Combining the WIND and VEG options therefore yields reasonable simulations of bulk Keff−z (0.20 W m−1 K−1) and density (305 kg m−3). When the ANISO option is introduced (WIND + VEG + ANISO), the simulated bulk Keff−z (0.24 W m−1 K−1) also agrees well with the CT grass-centre estimate (0.23 W m−1 K−1), while the interlayer variability in Keff−z is enhanced, thus better reflecting the observed interlayer variability (Fig. 7). It is interesting to note that both the WIND + VEG and the WIND + VEG + ANISO set-ups produce a DH layer that is up to 10 cm thick at the end of the snow season, above the vegetation layer: this means that former wind crusts have been transformed into DH, producing the indurated DH layers reported in observations.
Finally, all SNOWPACK set-ups produce a thick layer of FCs in the upper part of the snowpack, but FCs were rare in the late April 2013 Samoylov snowpack (Fig. 4). We interpret this as a likely bias in SNOWPACK that results in too rapid formation of FCs. Conversely, it is possible that a wind event on 10 April 2013 contributed to the high number of RGs found in the 21 April manual and CT profiles. Because it brought a very low accumulation at the SR50, this event was not captured in simulations with the WIND option.
5.2 Soil simulations
The ground thermal regime at the grass centre of the reference polygon was simulated by CG3 over the 2012–2013 snow season using snow properties calculated in SNOWPACK with the DEFAULT, WIND, WIND + VEG, and WIND + VEG + ANISO set-ups. These simulations were compared with the soil temperature measurements from the same grass-centre site. The reference polygon also hosts soil temperature measurements from a rim and a slope site: the spatial variability reflected in these three measurements was also considered and is referred to as “observed variability” in soil temperatures in both the text and figures.
To analyse the modelling performances we split the winter into four phases:
Phase 1 is freezing from 1 October (snow onset) to 7 November.
Phase 2 is cooling from 7 November to 20 February (dark winter followed by a period with low-angle solar radiation).
Phase 3 is warming from 20 February to 5 May (melt-out date).
Phase 4 is thawing from 5 to 31 May.
The WIND, WIND + VEG, and WIND + VEG + ANISO set-ups produced soil temperatures in good agreement with the grass-centre measurements (Fig. 8, Table 1), especially during freezing and cooling phases: the deviation from the measured soil temperatures when using the WIND + VEG + ANISO set-up was of the same order of magnitude as the observed variability, while the deviations when using the WIND and WIND + VEG set-ups were slightly greater.

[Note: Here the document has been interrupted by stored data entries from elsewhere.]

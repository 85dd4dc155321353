/**
 * Closed forms of linear control loops used by the verification tests (any control text,
 * e.g. Ogata, Modern Control Engineering, ch. 5 (second-order step response) and ch. 6
 * (Routh–Hurwitz criterion); from memory).
 *
 * Plant: a chamber of mass capacitance Cm = dm/dp (kg/Pa), linearised at rest, fed by a valve
 * whose flow is q_max·u (a choked valve: exactly linear in its opening u) and drained with
 * conductance G = ∂q_out/∂p:  Cm·δṗ = q_max·δu − G·δp.
 * PI controller u = kp·e + I, İ = ki·e, e = r − p.
 * Closed loop: Cm·s² + (G + q_max·kp)·s + q_max·ki = 0.
 */

/** exp(A t)·v for a 2×2 matrix A (row-major [a, b, c, d]) by the Cayley–Hamilton (Putzer) form. */
export function expm2(A: readonly number[], t: number, v: readonly number[]): [number, number] {
  const [a, b, c, d] = A;
  const s = (a + d) / 2;
  const disc = s * s - (a * d - b * c);
  const w = Math.sqrt(Math.abs(disc));
  // exp(At) = e^{st} [ f0 I + f1 (A − sI) ], f0 = cosh/cos(wt), f1 = sinh/sin(wt)/w (→ t at w = 0)
  let f0: number, f1: number;
  if (disc > 0) { f0 = Math.cosh(w * t); f1 = Math.sinh(w * t) / w; }
  else if (disc < 0) { f0 = Math.cos(w * t); f1 = Math.sin(w * t) / w; }
  else { f0 = 1; f1 = t; }
  const e = Math.exp(s * t);
  const x = (f0 + f1 * (a - s)) * v[0] + f1 * b * v[1];
  const y = f1 * c * v[0] + (f0 + f1 * (d - s)) * v[1];
  return [e * x, e * y];
}

export interface PiLoop { Cm: number; G: number; qMax: number; kp: number; ki: number }

/**
 * Pressure deviation δp(t) after the target steps by δ at t = 0 from rest (the integral part
 * holds the rest output u0: I(0) = u0, so the output kicks by kp·δ). States (δp, δI), δI = I − u0.
 */
export function piStep(L: PiLoop, delta: number, t: number): number {
  const { Cm, G, qMax, kp, ki } = L;
  // d/dt [x, z] = A [x, z] + f, x = δp, z = δI
  const A = [(-G - qMax * kp) / Cm, qMax / Cm, -ki, 0];
  // rest: x* = δ, z* = G·δ/q_max
  const xs = delta, zs = (G * delta) / qMax;
  const [dx] = expm2(A, t, [0 - xs, 0 - zs]);
  return xs + dx;
}

/** ζ and ωn of the closed loop (for test names and choosing gains). */
export function piDamping(L: PiLoop): { zeta: number; wn: number } {
  const wn = Math.sqrt((L.qMax * L.ki) / L.Cm);
  return { wn, zeta: (L.G + L.qMax * L.kp) / (L.Cm * 2 * wn) };
}

/** Routh–Hurwitz for a2 s² + a1 s + a0: stable iff all coefficients have one sign. */
export function hurwitz2(a2: number, a1: number, a0: number): boolean {
  return (a2 > 0 && a1 > 0 && a0 > 0) || (a2 < 0 && a1 < 0 && a0 < 0);
}

/** Routh–Hurwitz for a3 s³ + a2 s² + a1 s + a0 (a3 > 0): all positive and a2·a1 > a3·a0. */
export function hurwitz3(a3: number, a2: number, a1: number, a0: number): boolean {
  const s = Math.sign(a3);
  const [b3, b2, b1, b0] = [a3, a2, a1, a0].map((x) => x * s);
  return b3 > 0 && b2 > 0 && b1 > 0 && b0 > 0 && b2 * b1 > b3 * b0;
}
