/**
 * A compressor with a straight delivery curve filling a rigid tank: with q(p) = q0·(ps − p)/(ps − p0)
 * between the tank's start pressure p0 and the shut-off ps, an isothermal ideal gas in a rigid
 * volume gives (V/(R T))·ṗ = q(p), so p(t) = ps − (ps − p0)·exp(−t/τ), τ = V·(ps − p0)/(R T q0)
 * (a linear first-order equation, closed form).
 */
import { describe, expect, it } from 'vitest';
import { at, modelFromText, runChecked } from '../helpers.js';

describe('compressor delivery curve filling a tank (closed form of the linear curve)', () => {
  const R = 8.314462618 / 0.0289647, T = 293.15, pa = 101325;
  const V = 2e-3, q0 = 1e-3, p0 = pa, ps = pa + 600e3;
  const tau = (V * (ps - p0)) / (R * T * q0);
  for (const method of ['implicit', 'explicit']) {
    it(`${method}: p(t) within 1e-7 of the closed form, delivery stops at the shut-off`, () => {
      const r = runChecked(modelFromText(`
format: 1
ambient: { pressure: 101.325 kPa, temperature: 293.15 K }
chambers:
  tank: { wall: rigid, volume: 2 L, start: { pressure: 0 kPa gauge } }
feeds:
  compressor: { into: tank, curve: [[0 kPa gauge, 1 g/s]], shut-off: 600 kPa gauge }
simulate: { duration: ${5 * tau} s, tolerance: 1e-10, method: ${method} }
`));
      for (const t of [0.2 * tau, tau, 3 * tau, 5 * tau]) {
        const p = ps - (ps - p0) * Math.exp(-t / tau);
        expect(Math.abs(at(r, 'tank.pressure', t) - p) / p).toBeLessThan(1e-7);
      }
      expect(r.chambers.tank.final.pressure).toBeLessThan(ps);
    });
  }
});
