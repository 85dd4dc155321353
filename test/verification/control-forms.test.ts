/** Self-checks of the closed forms in control-forms.ts (they must be right before they judge). */
import { describe, expect, it } from 'vitest';
import { expm2, hurwitz2, hurwitz3, piDamping, piStep, type PiLoop } from './control-forms.js';

describe('closed forms of the linear PI loop (Ogata ch. 5–6, from memory)', () => {
  const L: PiLoop = { Cm: 1.2e-8, G: 3e-9, qMax: 8e-3, kp: 2e-6, ki: 4e-6 };
  it('expm2 agrees with a Taylor series of exp(At)', () => {
    const A = [-0.7, 0.4, -1.3, 0.2];
    const v = [0.3, -1.1];
    let term = v.slice();
    const sum = v.slice();
    const t = 1.7;
    for (let k = 1; k < 60; k++) {
      term = [(A[0] * term[0] + A[1] * term[1]) * t / k, (A[2] * term[0] + A[3] * term[1]) * t / k];
      sum[0] += term[0]; sum[1] += term[1];
    }
    const [x, y] = expm2(A, t, v);
    expect(x).toBeCloseTo(sum[0], 12);
    expect(y).toBeCloseTo(sum[1], 12);
  });

  it('the step response starts at rest, ends at the target, and satisfies the loop equations', () => {
    const d = 20;
    expect(piStep(L, d, 0)).toBeCloseTo(0, 12);
    expect(piStep(L, d, 1e3)).toBeCloseTo(d, 9);
    // Cm·ẍ + (G + q·kp)·ẋ + q·ki·x = q·ki·δ for t > 0, and the kick: Cm·ẋ(0+) = q·kp·δ
    const h0 = 1e-7;
    expect((L.Cm * (piStep(L, d, h0) - piStep(L, d, 0))) / h0 / (L.qMax * L.kp * d)).toBeCloseTo(1, 4);
    for (const t of [0.002, 0.01, 0.03]) {
      const h = 1e-6;
      const x = piStep(L, d, t), xp = piStep(L, d, t + h), xm = piStep(L, d, t - h);
      const x1 = (xp - xm) / (2 * h), x2 = (xp - 2 * x + xm) / (h * h);
      const res = L.Cm * x2 + (L.G + L.qMax * L.kp) * x1 + L.qMax * L.ki * (x - d);
      expect(Math.abs(res) / (L.qMax * L.ki * d)).toBeLessThan(1e-3);
    }
    const { zeta } = piDamping(L);
    expect(zeta).toBeGreaterThan(0);
  });

  it('Routh–Hurwitz of the second- and third-order polynomials', () => {
    expect(hurwitz2(1, 2, 3)).toBe(true);
    expect(hurwitz2(-1, -2, -3)).toBe(true);
    expect(hurwitz2(-1, 2, 3)).toBe(false);
    // (s + 1)³ = s³ + 3s² + 3s + 1: stable; s³ + s² + s + 2 has roots with positive real part
    expect(hurwitz3(1, 3, 3, 1)).toBe(true);
    expect(hurwitz3(1, 1, 1, 2)).toBe(false);
  });
});
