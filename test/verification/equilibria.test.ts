/**
 * Equilibria and their stability against values computed outside the project:
 * test/reference/equilibria.py finds every equilibrium from the membrane laws alone (polynomial
 * roots in the stretch, a pressure scan and brentq per branch combination, NumPy eigenvalues of
 * the linearised mass balance with the conservation mode projected out by scipy null_space).
 * Acceptance in the issue: the number of equilibria, stretches to 0.3 %, stability, growth rate
 * to 5 %. The model equations are the same, so plenum is held to much tighter limits here.
 *
 * The two-chamber criterion (Müller & Strehlow, Rubber and Rubber Balloons, Springer LNP 637,
 * 2004, from memory; docs/references.md): d(δm1)/dt = −G(1/C1 + 1/C2)·δm1 with
 * C = dm/dp = ((V + Vd)/(n p) + dV/dp)·ρ, n = 1 isothermal; a sphere has C < 0 exactly past its
 * pressure maximum. It is evaluated in this file from the neo-Hookean law and compressible
 * Hagen–Poiseuille, independently of plenum's code.
 */
import { readFileSync } from 'node:fs';
import { describe, expect, it } from 'vitest';
import { findEquilibria } from '../../src/equilibria/equilibria.js';
import { modelFromFile } from '../helpers.js';

interface RefEq {
  gauge: number;
  segments: number[];
  growth_rate: number;
  stable: boolean;
  formula_rate?: number;
  chambers: Record<string, { volume: number; mass: number; stretch?: number }>;
}
const ref = JSON.parse(readFileSync('test/reference/equilibria.json', 'utf8')) as Record<string, { count: number; equilibria: RefEq[] }>;

const R = 8.314462618 / 0.0289647;
const T = 293.15;
const pa = 101325;
const muGas = 1.716e-5 * Math.pow(T / 273.15, 1.5) * (273.15 + 110.4) / (T + 110.4);

/** −G(1/C1 + 1/C2) for two equal neo-Hookean cells (r0, t0, μ) at stretches l1, l2 and common pressure, joined by a line D × L. */
function twoCellRate(l1: number, l2: number, r0: number, t0: number, mu: number, D: number, L: number): number {
  const V0 = (4 / 3) * Math.PI * r0 ** 3;
  const Vd = (Math.PI * D * D * L) / 8;
  const c = (2 * mu * t0) / r0;
  const C = (l: number): number => {
    const p = pa + c * (1 / l - Math.pow(l, -7));
    const ddp = c * (-1 / (l * l) + 7 * Math.pow(l, -8));
    return (V0 * l ** 3 + Vd + p * (3 * V0 * l * l) / ddp) / (R * T);
  };
  const p = pa + c * (1 / l1 - Math.pow(l1, -7));
  const G = (2 * Math.PI * D ** 4 * p) / (256 * muGas * L * R * T);
  return -G * (1 / C(l1) + 1 / C(l2));
}

for (const [name, want] of Object.entries(ref)) {
  describe(`equilibria of ${name} against test/reference/equilibria.py (NumPy/SciPy)`, () => {
    const got = findEquilibria(modelFromFile(`test/reference/${name}.yaml`), { transient: false });

    it(`finds the same ${want.count} equilibria, with stretches and masses to 1e-9`, () => {
      expect(got.status).toBe('ok');
      expect(got.groups.every((g) => g.complete)).toBe(true);
      expect(got.count).toBe(want.count);
      for (const e of want.equilibria) {
        const match = got.equilibria.filter((q) => Object.entries(e.chambers).every(([n, c]) => Math.abs(q.chambers[n].mass - c.mass) <= 1e-9 * c.mass));
        expect(match.length, `equilibrium at ${e.gauge.toFixed(1)} Pa gauge, segments ${e.segments}`).toBe(1);
        const q = match[0];
        for (const [n, c] of Object.entries(e.chambers)) {
          if (c.stretch !== undefined) expect(Math.abs(q.chambers[n].stretch! - c.stretch) / c.stretch).toBeLessThan(1e-9);
          expect(Math.abs(q.chambers[n].volume - c.volume) / c.volume).toBeLessThan(1e-9);
          expect(Math.abs(q.chambers[n].gauge - e.gauge)).toBeLessThan(1e-6 * (pa + e.gauge));
          expect(q.chambers[n].segment).toBe(e.segments[Object.keys(e.chambers).indexOf(n)]);
        }
      }
    });

    it('agrees on stability and on the growth rate to 1e-5', () => {
      for (const e of want.equilibria) {
        const q = got.equilibria.find((x) => Object.entries(e.chambers).every(([n, c]) => Math.abs(x.chambers[n].mass - c.mass) <= 1e-9 * c.mass))!;
        expect(q.stable, `segments ${e.segments}`).toBe(e.stable);
        expect(q.stability).toBe(e.stable ? 'stable' : 'unstable');
        expect(Math.abs(q.growth_rate! - e.growth_rate) / Math.abs(e.growth_rate)).toBeLessThan(1e-5);
        if (e.formula_rate !== undefined) expect(Math.abs(q.growth_rate! - e.formula_rate) / Math.abs(e.formula_rate)).toBeLessThan(1e-5);
      }
    });
  });
}

describe('two-chamber criterion −G(1/C1 + 1/C2) (Müller & Strehlow 2004, from memory)', () => {
  const cell = { r0: 0.02, t0: 0.001, mu: 0.3e6, D: 0.5e-3, L: 0.5 };
  it('past the maximum the symmetric state is unstable, the lopsided ones stable; rates match the formula', () => {
    const r = findEquilibria(modelFromFile('test/reference/eq-two-cells-past.yaml'), { transient: false });
    const sym = r.equilibria.filter((e) => Math.abs(e.chambers.a.stretch! - e.chambers.b.stretch!) < 1e-9);
    expect(sym.length).toBe(1);
    const l = sym[0].chambers.a.stretch!;
    expect(l).toBeGreaterThan(Math.pow(7, 1 / 6));
    expect(sym[0].stability).toBe('unstable');
    const sigma = twoCellRate(l, l, cell.r0, cell.t0, cell.mu, cell.D, cell.L);
    expect(sigma).toBeGreaterThan(0);
    expect(Math.abs(sym[0].growth_rate! / sigma - 1)).toBeLessThan(1e-6);
    for (const e of r.equilibria.filter((x) => x !== sym[0])) {
      expect(e.stability).toBe('stable');
      const rate = twoCellRate(e.chambers.a.stretch!, e.chambers.b.stretch!, cell.r0, cell.t0, cell.mu, cell.D, cell.L);
      expect(Math.abs(e.growth_rate! / rate - 1)).toBeLessThan(1e-6);
      expect(e.time_constant).toBeCloseTo(-1 / rate, 6);
    }
  });

  it('before the maximum the symmetric state is the only one, and stable at the formula rate', () => {
    const r = findEquilibria(modelFromFile('test/reference/eq-two-cells-before.yaml'), { transient: false });
    expect(r.count).toBe(1);
    const e = r.equilibria[0];
    expect(e.chambers.a.stretch!).toBeLessThan(Math.pow(7, 1 / 6));
    expect(e.chambers.a.stretch!).toBeCloseTo(e.chambers.b.stretch!, 12);
    expect(e.stability).toBe('stable');
    const sigma = twoCellRate(e.chambers.a.stretch!, e.chambers.b.stretch!, cell.r0, cell.t0, cell.mu, cell.D, cell.L);
    expect(Math.abs(e.growth_rate! / sigma - 1)).toBeLessThan(1e-6);
  });
});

The DEFAULT set-up yielded a clear overestimation of soil temperatures at all depths, which could not be explained by the observed spatial variability in soil temperatures. This bias started during the freezing phase and persisted throughout the snow season; it is likely to be caused by the underestimation of Keff−z in the DEFAULT set-up (see Sect. 5.1), which also starts in the early snow season during rapid DH formation. In light of the good agreement between our Keff−z estimates by CT and the simulated Keff−z profiles in the WIND + VEG + ANISO set-up (Sect. 5.1), we interpreted these results as confirming the soundness of our CT estimates for Keff−z.
The performance of the WIND, WIND + VEG, and WIND + VEG + ANISO set-ups deteriorated during the warming phase, when all simulations at first showed a systematic warm bias, which then turned into a cold bias at the start of the thawing phase. The warm bias during the warming phase suggested that limitations exist in the modelling of energy transfer processes within the snow, as here modelled by CG3. We formulated two hypotheses.
Deficiencies in the parameterization of radiative heating within the snowpack may be involved as the bias concurs with the increase in shortwave radiation.
The formation of an air layer at the base of the natural snowpack (as a result of mass depletion due to a sustained upward vapour flux throughout the winter) may increase its insulating power as the season advances. The formation of such an air layer within an Arctic context has previously been reported by Domine et al. (2016b) but is not represented in the adapted SNOWPACK and therefore in the thermal properties passed to CG3.
We tested the thermal impact of both hypotheses by conducting sensitivity simulations in which the following was carried out.
The penetration of radiation into the snowpack was switched off in the CG3 model. This was performed for the four SNOWPACK set-ups.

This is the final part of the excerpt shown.